La metodología holística y modesta
aplicada por Weber también puede ser un dispositivo que se puede actualizar
para una refundación de las ciencias sociales desde el sur, en el sentido que
el autor no se limitó a lo ideográfico y combinó métodos comparativos, sus
tipos ideales (búsqueda de estructuras invariantes), pero aplicando hermenéutica
local e histórica de la cotidianidad para dar con esos códigos que forjan
conciencia colectiva y determinan las acciones sociales, sin dejar de considerar que son recreadas permanentemente
y se van depurando hasta dar con un tejido social totalmente distinto tal como
lo sugiere el sociólogo mexicano De La Garza. Weber subrayó que los tipos ideales son
modelos estructurales de la sociedad que solo sirven de carácter metodológico
pero que nunca deben ser considerados como fiel reflejo de la realidad.

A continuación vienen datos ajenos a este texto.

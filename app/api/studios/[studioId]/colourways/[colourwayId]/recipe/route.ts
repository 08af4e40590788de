// GET /api/studios/:studioId/colourways/:colourwayId/recipe?weight=800 – the recipe scaled to a lot's fibre weight
import { isUuid, withStudio } from "@/lib/auth/with-studio";
import { notFound } from "@/lib/errors";
import { getColourway } from "@/lib/learning/colourways";
import { scaleColourwayRecipe } from "@/lib/learning/recipe";
import { recipeQuery } from "@/lib/schemas/colourway";

export const GET = withStudio<{ studioId: string; colourwayId: string }>(
  async ({ req, em, studio, params }) => {
    if (!isUuid(params.colourwayId)) throw notFound("This colourway");
    const { weight } = recipeQuery.parse(Object.fromEntries(new URL(req.url).searchParams));
    return Response.json(scaleColourwayRecipe(await getColourway(em, studio, params.colourwayId), weight));
  },
  { can: "colourway.read" },
);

No se puede concluir este análisis sin
preguntarse, que hubiese ocurrido si Weber se hubiese guiado por el
metodologismo actual donde son excluyentes los enfoques estructurales,
positivistas, hermenéuticos, racionalistas e ideográficos: Nunca hubiese
desarrollado su tesis, sin el aporte significativo que tuvo. Mucho menos si se
hubiese orientado por la lógica disciplinar: ¿cómo relacionar la teología, la
psicología, lo cultural, lo social y lo económico?... No hubiese podido desarrollar
su tesis en muchas de nuestras universidades actuales que tanto pregonan la
transdisciplinariedad.
Finalmente, al revisar la obra “La
ética protestante y el espíritu capitalista” es necesario preguntarse cómo las
tendencias espirituales al estilo la nueva era, la cienciología, la metafísica
práctica, oración fuerte al espíritu santo, y otras vertientes eclécticas han favorecido
este nuevo capitalismo globalizado y superindividualista ¿Qué papel juegan ese
mercadeo cultural de horóscopos, autoayuda, dianética, cienciología, metafísica
pràctica en la construcción de una nueva ética capitalista donde la división
producto/consumidor/productor se desdibuja? Un código ético que día a día por
medio de los medios culturales nos invita a ser mercancías y mercadólogos de
nosotros mismos, a independizarnos de cualquier organización, de constituir un
negocio desde nuestra computadora o teléfono inteligente donde somos mercancía,
productores, mercadólogos y consumidores al mismo tiempo. ¿Hay un código ético
allí, un nuevo estándar favorecido por esas nuevas corrientes religiosas? Es preciso investigar como lo hizo hace cien
años Max Weber, pero con una visión menos eurocéntrica.
Fuente:
Weber, Max. (2009, orig. 1904-1905). La ética protestante y el
espíritu capitalista. (Abellán, J. Trad.). Madrid: Alianza Editorial.